══ Data under study ══

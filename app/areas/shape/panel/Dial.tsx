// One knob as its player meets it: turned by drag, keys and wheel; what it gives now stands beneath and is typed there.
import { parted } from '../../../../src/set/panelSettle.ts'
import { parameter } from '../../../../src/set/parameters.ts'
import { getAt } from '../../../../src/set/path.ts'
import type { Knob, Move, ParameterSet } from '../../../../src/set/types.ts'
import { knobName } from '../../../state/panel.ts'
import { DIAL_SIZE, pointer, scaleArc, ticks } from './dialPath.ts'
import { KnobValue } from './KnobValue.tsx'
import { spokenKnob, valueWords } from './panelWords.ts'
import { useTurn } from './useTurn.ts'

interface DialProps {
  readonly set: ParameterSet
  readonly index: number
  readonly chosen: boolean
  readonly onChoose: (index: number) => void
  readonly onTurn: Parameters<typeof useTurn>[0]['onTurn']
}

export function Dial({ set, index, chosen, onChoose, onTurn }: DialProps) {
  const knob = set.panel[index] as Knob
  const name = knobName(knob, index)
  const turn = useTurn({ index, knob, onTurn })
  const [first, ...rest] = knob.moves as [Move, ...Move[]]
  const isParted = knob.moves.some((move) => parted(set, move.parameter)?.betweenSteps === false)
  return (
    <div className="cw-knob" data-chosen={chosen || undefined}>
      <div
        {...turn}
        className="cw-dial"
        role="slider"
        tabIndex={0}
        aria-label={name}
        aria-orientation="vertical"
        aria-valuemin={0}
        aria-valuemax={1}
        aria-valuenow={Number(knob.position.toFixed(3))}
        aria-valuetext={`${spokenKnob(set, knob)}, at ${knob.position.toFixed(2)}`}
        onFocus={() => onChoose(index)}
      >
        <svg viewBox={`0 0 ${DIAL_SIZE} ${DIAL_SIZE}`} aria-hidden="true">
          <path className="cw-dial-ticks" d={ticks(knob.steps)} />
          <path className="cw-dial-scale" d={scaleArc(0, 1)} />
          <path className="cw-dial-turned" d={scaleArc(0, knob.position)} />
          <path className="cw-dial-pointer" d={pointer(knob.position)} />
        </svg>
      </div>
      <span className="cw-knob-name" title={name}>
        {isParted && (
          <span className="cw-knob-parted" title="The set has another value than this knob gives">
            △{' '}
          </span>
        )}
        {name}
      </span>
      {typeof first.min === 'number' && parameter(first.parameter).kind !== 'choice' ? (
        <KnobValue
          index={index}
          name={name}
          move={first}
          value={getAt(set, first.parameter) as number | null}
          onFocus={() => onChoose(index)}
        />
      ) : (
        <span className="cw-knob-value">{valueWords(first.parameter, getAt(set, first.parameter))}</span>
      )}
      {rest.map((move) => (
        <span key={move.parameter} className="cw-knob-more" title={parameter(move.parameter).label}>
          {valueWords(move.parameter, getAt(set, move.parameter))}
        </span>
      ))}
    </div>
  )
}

═══
══ Data under study ══

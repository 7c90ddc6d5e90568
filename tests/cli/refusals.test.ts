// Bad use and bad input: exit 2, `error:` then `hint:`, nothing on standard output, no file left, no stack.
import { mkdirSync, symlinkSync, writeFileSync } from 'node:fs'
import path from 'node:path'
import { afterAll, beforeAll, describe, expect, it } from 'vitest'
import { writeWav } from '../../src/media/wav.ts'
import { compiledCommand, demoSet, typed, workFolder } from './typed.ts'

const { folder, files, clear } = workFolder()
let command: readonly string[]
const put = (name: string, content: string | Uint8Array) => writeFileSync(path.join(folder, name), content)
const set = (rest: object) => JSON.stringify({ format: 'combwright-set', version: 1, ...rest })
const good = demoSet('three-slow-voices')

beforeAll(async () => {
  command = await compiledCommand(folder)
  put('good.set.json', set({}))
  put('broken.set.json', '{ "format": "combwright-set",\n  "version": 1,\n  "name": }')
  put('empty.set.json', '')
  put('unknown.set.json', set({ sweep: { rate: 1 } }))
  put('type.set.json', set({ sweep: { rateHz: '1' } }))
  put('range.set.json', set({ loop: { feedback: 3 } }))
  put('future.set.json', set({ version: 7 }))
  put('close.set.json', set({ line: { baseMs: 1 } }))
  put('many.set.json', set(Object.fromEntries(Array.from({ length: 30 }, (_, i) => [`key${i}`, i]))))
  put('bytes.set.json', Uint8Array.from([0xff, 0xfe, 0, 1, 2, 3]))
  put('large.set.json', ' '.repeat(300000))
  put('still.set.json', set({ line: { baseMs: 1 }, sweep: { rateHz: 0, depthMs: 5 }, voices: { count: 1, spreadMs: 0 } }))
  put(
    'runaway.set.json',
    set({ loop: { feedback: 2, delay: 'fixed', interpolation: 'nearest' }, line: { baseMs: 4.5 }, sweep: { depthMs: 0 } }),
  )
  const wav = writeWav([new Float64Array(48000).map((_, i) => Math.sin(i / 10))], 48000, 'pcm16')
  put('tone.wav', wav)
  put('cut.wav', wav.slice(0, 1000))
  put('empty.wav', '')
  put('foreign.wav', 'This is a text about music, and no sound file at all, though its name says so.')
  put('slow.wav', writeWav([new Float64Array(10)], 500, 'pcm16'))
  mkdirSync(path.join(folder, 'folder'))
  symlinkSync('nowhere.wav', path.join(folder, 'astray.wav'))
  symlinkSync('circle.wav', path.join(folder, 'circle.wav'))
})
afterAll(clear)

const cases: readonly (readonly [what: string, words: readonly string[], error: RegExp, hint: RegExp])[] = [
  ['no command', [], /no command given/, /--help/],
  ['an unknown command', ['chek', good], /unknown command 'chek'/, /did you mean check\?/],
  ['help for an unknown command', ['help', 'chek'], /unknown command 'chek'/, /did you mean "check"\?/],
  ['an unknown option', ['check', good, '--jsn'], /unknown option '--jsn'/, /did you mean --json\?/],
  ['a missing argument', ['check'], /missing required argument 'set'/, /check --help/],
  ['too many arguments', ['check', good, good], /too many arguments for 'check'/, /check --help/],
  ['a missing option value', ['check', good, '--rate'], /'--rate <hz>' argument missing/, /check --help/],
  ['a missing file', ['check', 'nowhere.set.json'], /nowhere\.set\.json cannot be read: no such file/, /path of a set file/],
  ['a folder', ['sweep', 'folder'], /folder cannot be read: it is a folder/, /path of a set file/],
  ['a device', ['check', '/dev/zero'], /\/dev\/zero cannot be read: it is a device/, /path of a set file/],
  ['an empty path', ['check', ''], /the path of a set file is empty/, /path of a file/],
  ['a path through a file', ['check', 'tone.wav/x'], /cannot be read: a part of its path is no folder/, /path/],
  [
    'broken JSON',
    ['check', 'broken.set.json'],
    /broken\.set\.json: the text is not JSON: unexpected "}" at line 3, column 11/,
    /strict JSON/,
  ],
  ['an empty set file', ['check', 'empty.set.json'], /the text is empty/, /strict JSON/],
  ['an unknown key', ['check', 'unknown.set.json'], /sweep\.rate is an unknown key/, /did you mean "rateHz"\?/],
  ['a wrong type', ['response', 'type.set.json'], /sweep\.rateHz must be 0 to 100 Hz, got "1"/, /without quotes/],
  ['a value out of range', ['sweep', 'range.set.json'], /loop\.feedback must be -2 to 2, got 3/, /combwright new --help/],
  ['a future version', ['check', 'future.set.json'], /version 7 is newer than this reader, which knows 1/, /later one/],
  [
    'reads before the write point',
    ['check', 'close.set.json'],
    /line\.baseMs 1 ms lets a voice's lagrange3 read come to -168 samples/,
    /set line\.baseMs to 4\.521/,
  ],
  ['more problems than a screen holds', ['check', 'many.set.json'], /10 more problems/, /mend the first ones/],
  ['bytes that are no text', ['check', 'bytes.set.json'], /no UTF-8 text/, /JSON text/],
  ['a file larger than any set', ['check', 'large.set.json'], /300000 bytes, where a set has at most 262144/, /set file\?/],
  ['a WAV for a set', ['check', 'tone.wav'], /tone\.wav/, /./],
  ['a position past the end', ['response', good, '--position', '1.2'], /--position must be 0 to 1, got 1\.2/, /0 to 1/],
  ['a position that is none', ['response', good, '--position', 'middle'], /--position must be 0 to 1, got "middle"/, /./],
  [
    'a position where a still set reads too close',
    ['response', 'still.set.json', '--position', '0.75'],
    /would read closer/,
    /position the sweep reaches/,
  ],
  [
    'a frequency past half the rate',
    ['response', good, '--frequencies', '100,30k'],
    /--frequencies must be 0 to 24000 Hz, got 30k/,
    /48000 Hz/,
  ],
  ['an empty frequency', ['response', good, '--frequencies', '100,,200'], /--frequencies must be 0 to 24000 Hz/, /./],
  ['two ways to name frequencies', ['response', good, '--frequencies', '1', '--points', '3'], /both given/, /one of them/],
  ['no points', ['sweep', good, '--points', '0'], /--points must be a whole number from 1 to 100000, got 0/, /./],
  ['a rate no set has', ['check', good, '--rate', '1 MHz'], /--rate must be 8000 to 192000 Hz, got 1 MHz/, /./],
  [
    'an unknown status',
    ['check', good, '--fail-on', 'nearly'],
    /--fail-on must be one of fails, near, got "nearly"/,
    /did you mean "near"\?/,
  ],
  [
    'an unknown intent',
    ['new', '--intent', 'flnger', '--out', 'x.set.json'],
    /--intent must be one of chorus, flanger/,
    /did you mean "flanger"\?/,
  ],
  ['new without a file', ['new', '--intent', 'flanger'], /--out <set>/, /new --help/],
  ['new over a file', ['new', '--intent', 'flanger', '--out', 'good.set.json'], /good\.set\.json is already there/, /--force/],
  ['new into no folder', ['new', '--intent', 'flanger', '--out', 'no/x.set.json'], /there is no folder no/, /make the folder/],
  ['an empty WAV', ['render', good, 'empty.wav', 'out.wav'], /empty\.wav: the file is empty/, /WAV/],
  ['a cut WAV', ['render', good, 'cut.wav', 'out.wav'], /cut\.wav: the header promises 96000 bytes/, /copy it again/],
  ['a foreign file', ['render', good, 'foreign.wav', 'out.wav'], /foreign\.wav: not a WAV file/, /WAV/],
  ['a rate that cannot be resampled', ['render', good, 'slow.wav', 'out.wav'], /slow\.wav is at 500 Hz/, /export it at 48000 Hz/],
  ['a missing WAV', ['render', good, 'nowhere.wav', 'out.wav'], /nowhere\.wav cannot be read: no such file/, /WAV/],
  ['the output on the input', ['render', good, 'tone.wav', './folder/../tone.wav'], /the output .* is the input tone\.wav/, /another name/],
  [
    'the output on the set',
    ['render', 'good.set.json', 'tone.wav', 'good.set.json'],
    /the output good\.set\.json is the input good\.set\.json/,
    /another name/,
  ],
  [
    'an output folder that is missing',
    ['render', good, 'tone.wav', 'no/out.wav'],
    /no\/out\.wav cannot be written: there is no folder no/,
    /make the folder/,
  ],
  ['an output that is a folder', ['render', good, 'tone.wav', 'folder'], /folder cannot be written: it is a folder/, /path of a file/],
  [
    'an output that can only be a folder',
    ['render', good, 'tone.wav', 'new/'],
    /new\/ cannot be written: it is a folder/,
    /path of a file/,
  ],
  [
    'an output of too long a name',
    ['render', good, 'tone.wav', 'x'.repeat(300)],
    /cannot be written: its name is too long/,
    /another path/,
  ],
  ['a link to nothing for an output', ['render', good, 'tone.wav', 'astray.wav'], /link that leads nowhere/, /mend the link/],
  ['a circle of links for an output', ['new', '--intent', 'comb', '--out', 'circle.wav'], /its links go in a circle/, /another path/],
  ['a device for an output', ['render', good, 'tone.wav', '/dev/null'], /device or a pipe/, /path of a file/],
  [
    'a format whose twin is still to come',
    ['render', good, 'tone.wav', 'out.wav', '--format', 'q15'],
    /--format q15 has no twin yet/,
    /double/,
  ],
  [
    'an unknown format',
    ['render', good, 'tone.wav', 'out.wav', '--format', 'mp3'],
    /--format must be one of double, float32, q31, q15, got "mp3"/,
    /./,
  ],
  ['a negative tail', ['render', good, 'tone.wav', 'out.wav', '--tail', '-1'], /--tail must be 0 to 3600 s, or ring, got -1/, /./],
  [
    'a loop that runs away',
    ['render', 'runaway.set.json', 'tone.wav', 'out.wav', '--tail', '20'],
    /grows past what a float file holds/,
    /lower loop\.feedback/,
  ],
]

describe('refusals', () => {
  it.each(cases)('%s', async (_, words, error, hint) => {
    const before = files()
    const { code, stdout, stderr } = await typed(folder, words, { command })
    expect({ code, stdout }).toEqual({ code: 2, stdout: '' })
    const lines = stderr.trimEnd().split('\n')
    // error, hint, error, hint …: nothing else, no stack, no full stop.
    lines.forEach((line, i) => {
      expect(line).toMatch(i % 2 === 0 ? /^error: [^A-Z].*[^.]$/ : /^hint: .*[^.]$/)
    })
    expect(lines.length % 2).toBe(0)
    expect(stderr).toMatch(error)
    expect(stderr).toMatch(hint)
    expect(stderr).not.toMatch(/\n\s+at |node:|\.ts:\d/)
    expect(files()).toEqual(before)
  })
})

═══

Your instructions
For this exercise, gather every line of the data that contains the word "stack".

Written answer
// Bad use and bad input: exit 2, `error:` then `hint:`, nothing on standard output, no file left, no stack.
    // error, hint, error, hint …: nothing else, no stack, no full stop.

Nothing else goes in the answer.